TASK GOAL >> The entries should be restated word for word.

[Collected data]
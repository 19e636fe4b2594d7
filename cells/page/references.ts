import type { Block, BudgetBlock, PlotBlock, Substance } from "./schema";

/** A field of a block that names another block outright. */
export interface Reference {
  readonly handle: string;
  /** Where it stands: `data`, `crossWith`, `drawn[2].trend` … */
  readonly field: string;
  /** Kinds of block it may mean. */
  readonly expects: readonly Block["kind"][];
}

/** A field of a block that is an expression, and the data block its names stand over. */
export interface Expression {
  readonly field: string;
  readonly text: string;
  readonly data: string | undefined;
}

/** The blocks that a block names outright, in the order of its fields. Names inside expressions are not among them. */
export function referencesOf(block: Block): Reference[] {
  switch (block.kind) {
    case "data":
      return [...(block.stack ?? []).map((handle, i) => data(handle, `stack[${i}]`)), ...(block.join ?? []).map((handle, i) => data(handle, `join[${i}]`))];
    case "formula":
      return block.data === undefined ? [] : [data(block.data, "data")];
    case "trend":
      return [
        data(block.data, "data"),
        ...(block.crossWith === undefined ? [] : [{ handle: block.crossWith, field: "crossWith", expects: ["trend"] as const }]),
      ];
    case "budget":
      return ofBudget(block);
    case "plot":
      return ofPlot(block);
    case "note":
      return [];
  }
}

function data(handle: string, field: string): Reference {
  return { handle, field, expects: ["data"] };
}

function ofSubstance(substance: Substance, field: string): Reference[] {
  return "data" in substance ? [data(substance.data, `${field}.data`)] : [];
}

function ofBudget(block: BudgetBlock): Reference[] {
  const found = ofSubstance(block.start, "start");
  block.steps.forEach((step, i) => {
    if ("what" in step) found.push(...ofSubstance(step.what, `steps[${i}].what`));
    if ("melt" in step && step.melt !== undefined) found.push(...ofSubstance(step.melt, `steps[${i}].melt`));
  });
  if (block.target !== undefined) {
    if ("trend" in block.target) found.push({ handle: block.target.trend, field: "target.trend", expects: ["trend"] });
    else if ("data" in block.target.equals) found.push(data(block.target.equals.data, "target.equals.data"));
  }
  return found;
}

function ofPlot(block: PlotBlock): Reference[] {
  return block.drawn.flatMap((drawn, i): Reference[] => {
    if ("data" in drawn) return [data(drawn.data, `drawn[${i}].data`)];
    if ("trend" in drawn) return [{ handle: drawn.trend, field: `drawn[${i}].trend`, expects: ["trend"] }];
    if ("crossing" in drawn) return [{ handle: drawn.crossing, field: `drawn[${i}].crossing`, expects: ["trend"] }];
    if ("budget" in drawn) return [{ handle: drawn.budget, field: `drawn[${i}].budget`, expects: ["budget"] }];
    return [];
  });
}

/** The expressions in a block's fields. A formula block's lines and a note's quotes are read elsewhere. */
export function expressionsOf(block: Block): Expression[] {
  switch (block.kind) {
    case "trend":
      return [expression("x", block.x, block.data), expression("y", block.y, block.data), expression("where", block.where, block.data)].flat();
    case "budget":
      return [
        ...(block.target !== undefined && "expression" in block.target ? expression("target.expression", block.target.expression, undefined) : []),
        ...(block.report ?? []).flatMap((text, i) => expression(`report[${i}]`, text, undefined)),
      ];
    case "plot": {
      const main = plotTable(block);
      return [
        ...expression("x", plotAxis(block, "x"), main),
        ...expression("y", plotAxis(block, "y"), main),
        ...expression("z", block.z, main),
        ...expression("per", block.per, main),
        ...block.drawn.flatMap((drawn, i) =>
          "data" in drawn
            ? [
                ...expression(`drawn[${i}].x`, drawn.x ?? plotAxis(block, "x"), drawn.data),
                ...expression(`drawn[${i}].y`, drawn.y ?? plotAxis(block, "y"), drawn.data),
                ...expression(`drawn[${i}].z`, drawn.z, drawn.data),
                ...(drawn.values ?? []).flatMap((text, j) => expression(`drawn[${i}].values[${j}]`, text, drawn.data)),
                ...expression(`drawn[${i}].where`, drawn.where, drawn.data),
              ]
            : [],
        ),
      ];
    }
    default:
      return [];
  }
}

/** The data block over which a plot's own axis expressions stand: that of its first line of samples. */
export function plotTable(block: PlotBlock): string | undefined {
  for (const drawn of block.drawn) if ("data" in drawn) return drawn.data;
  return undefined;
}

/** What an axis shows: the plot's own expression, else that of its first line of samples that has one. */
export function plotAxis(block: PlotBlock, axis: "x" | "y"): string | undefined {
  if (block[axis] !== undefined) return block[axis];
  for (const drawn of block.drawn) if ("data" in drawn && drawn[axis] !== undefined) return drawn[axis];
  return undefined;
}

function expression(field: string, text: string | undefined, over: string | undefined): Expression[] {
  return text === undefined ? [] : [{ field, text, data: over }];
}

EXERCISE OUTPUT >>
repository 19e636fe4b2594d7
filename cells/page/references.ts
import type { Block, BudgetBlock, PlotBlock, Substance } from "./schema";

/** A field of a block that names another block outright. */
export interface Reference {
  readonly handle: string;
  /** Where it stands: `data`, `crossWith`, `drawn[2].trend` … */
  readonly field: string;
  /** Kinds of block it may mean. */
  readonly expects: readonly Block["kind"][];
}

/** A field of a block that is an expression, and the data block its names stand over. */
export interface Expression {
  readonly field: string;
  readonly text: string;
  readonly data: string | undefined;
}

/** The blocks that a block names outright, in the order of its fields. Names inside expressions are not among them. */
export function referencesOf(block: Block): Reference[] {
  switch (block.kind) {
    case "data":
      return [...(block.stack ?? []).map((handle, i) => data(handle, `stack[${i}]`)), ...(block.join ?? []).map((handle, i) => data(handle, `join[${i}]`))];
    case "formula":
      return block.data === undefined ? [] : [data(block.data, "data")];
    case "trend":
      return [
        data(block.data, "data"),
        ...(block.crossWith === undefined ? [] : [{ handle: block.crossWith, field: "crossWith", expects: ["trend"] as const }]),
      ];
    case "budget":
      return ofBudget(block);
    case "plot":
      return ofPlot(block);
    case "note":
      return [];
  }
}

function data(handle: string, field: string): Reference {
  return { handle, field, expects: ["data"] };
}

function ofSubstance(substance: Substance, field: string): Reference[] {
  return "data" in substance ? [data(substance.data, `${field}.data`)] : [];
}

function ofBudget(block: BudgetBlock): Reference[] {
  const found = ofSubstance(block.start, "start");
  block.steps.forEach((step, i) => {
    if ("what" in step) found.push(...ofSubstance(step.what, `steps[${i}].what`));
    if ("melt" in step && step.melt !== undefined) found.push(...ofSubstance(step.melt, `steps[${i}].melt`));
  });
  if (block.target !== undefined) {
    if ("trend" in block.target) found.push({ handle: block.target.trend, field: "target.trend", expects: ["trend"] });
    else if ("data" in block.target.equals) found.push(data(block.target.equals.data, "target.equals.data"));
  }
  return found;
}

function ofPlot(block: PlotBlock): Reference[] {
  return block.drawn.flatMap((drawn, i): Reference[] => {
    if ("data" in drawn) return [data(drawn.data, `drawn[${i}].data`)];
    if ("trend" in drawn) return [{ handle: drawn.trend, field: `drawn[${i}].trend`, expects: ["trend"] }];
    if ("crossing" in drawn) return [{ handle: drawn.crossing, field: `drawn[${i}].crossing`, expects: ["trend"] }];
    if ("budget" in drawn) return [{ handle: drawn.budget, field: `drawn[${i}].budget`, expects: ["budget"] }];
    return [];
  });
}

/** The expressions in a block's fields. A formula block's lines and a note's quotes are read elsewhere. */
export function expressionsOf(block: Block): Expression[] {
  switch (block.kind) {
    case "trend":
      return [expression("x", block.x, block.data), expression("y", block.y, block.data), expression("where", block.where, block.data)].flat();
    case "budget":
      return [
        ...(block.target !== undefined && "expression" in block.target ? expression("target.expression", block.target.expression, undefined) : []),
        ...(block.report ?? []).flatMap((text, i) => expression(`report[${i}]`, text, undefined)),
      ];
    case "plot": {
      const main = plotTable(block);
      return [
        ...expression("x", plotAxis(block, "x"), main),
        ...expression("y", plotAxis(block, "y"), main),
        ...expression("z", block.z, main),
        ...expression("per", block.per, main),
        ...block.drawn.flatMap((drawn, i) =>
          "data" in drawn
            ? [
                ...expression(`drawn[${i}].x`, drawn.x ?? plotAxis(block, "x"), drawn.data),
                ...expression(`drawn[${i}].y`, drawn.y ?? plotAxis(block, "y"), drawn.data),
                ...expression(`drawn[${i}].z`, drawn.z, drawn.data),
                ...(drawn.values ?? []).flatMap((text, j) => expression(`drawn[${i}].values[${j}]`, text, drawn.data)),
                ...expression(`drawn[${i}].where`, drawn.where, drawn.data),
              ]
            : [],
        ),
      ];
    }
    default:
      return [];
  }
}

/** The data block over which a plot's own axis expressions stand: that of its first line of samples. */
export function plotTable(block: PlotBlock): string | undefined {
  for (const drawn of block.drawn) if ("data" in drawn) return drawn.data;
  return undefined;
}

/** What an axis shows: the plot's own expression, else that of its first line of samples that has one. */
export function plotAxis(block: PlotBlock, axis: "x" | "y"): string | undefined {
  if (block[axis] !== undefined) return block[axis];
  for (const drawn of block.drawn) if ("data" in drawn && drawn[axis] !== undefined) return drawn[axis];
  return undefined;
}

function expression(field: string, text: string | undefined, over: string | undefined): Expression[] {
  return text === undefined ? [] : [{ field, text, data: over }];
}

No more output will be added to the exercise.